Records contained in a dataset
# # #
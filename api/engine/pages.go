package engine

import (
	"context"
	"fmt"

	"github.com/deadspace-fhir/deadspace/derive"
	"github.com/deadspace-fhir/deadspace/fhir/decode"
)

// StoredReading is one stored input version, as the auditor's pages plot
// it.
type StoredReading struct {
	Reading derive.Reading
	// Usable is false for a version that withdraws or invalidates the
	// input; its Reading then holds only what the decoder kept (the
	// reference and kind, and the time and value when they were readable).
	Usable bool
}

// StoredReadings returns every input the store holds for a patient, in
// the store's order. Only the binary head of each is decoded.
func (e *Engine) StoredReadings(ctx context.Context, subject string) ([]StoredReading, error) {
	stored, err := e.cfg.Store.Inputs(ctx, subject)
	if err != nil {
		return nil, fmt.Errorf("engine: stored readings: %w", err)
	}
	out := make([]StoredReading, 0, len(stored))
	for _, in := range stored {
		h, _, err := decodeHead(in.Payload, in.Logical, in.VersionID)
		if err != nil {
			return nil, fmt.Errorf("engine: stored input %s: %w", in.Logical, err)
		}
		out = append(out, StoredReading{Reading: h.Reading, Usable: h.Type == decode.ItemReading})
	}
	return out, nil
}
# # #
• **REQUIREMENT**
Word for word, reproduce every record shown above.

• **FINAL ANSWER**
filename api/engine/pages.go
package engine

import (
	"context"
	"fmt"

	"github.com/deadspace-fhir/deadspace/derive"
	"github.com/deadspace-fhir/deadspace/fhir/decode"
)

// StoredReading is one stored input version, as the auditor's pages plot
// it.
type StoredReading struct {
	Reading derive.Reading
	// Usable is false for a version that withdraws or invalidates the
	// input; its Reading then holds only what the decoder kept (the
	// reference and kind, and the time and value when they were readable).
	Usable bool
}

// StoredReadings returns every input the store holds for a patient, in
// the store's order. Only the binary head of each is decoded.
func (e *Engine) StoredReadings(ctx context.Context, subject string) ([]StoredReading, error) {
	stored, err := e.cfg.Store.Inputs(ctx, subject)
	if err != nil {
		return nil, fmt.Errorf("engine: stored readings: %w", err)
	}
	out := make([]StoredReading, 0, len(stored))
	for _, in := range stored {
		h, _, err := decodeHead(in.Payload, in.Logical, in.VersionID)
		if err != nil {
			return nil, fmt.Errorf("engine: stored input %s: %w", in.Logical, err)
		}
		out = append(out, StoredReading{Reading: h.Reading, Usable: h.Type == decode.ItemReading})
	}
	return out, nil
}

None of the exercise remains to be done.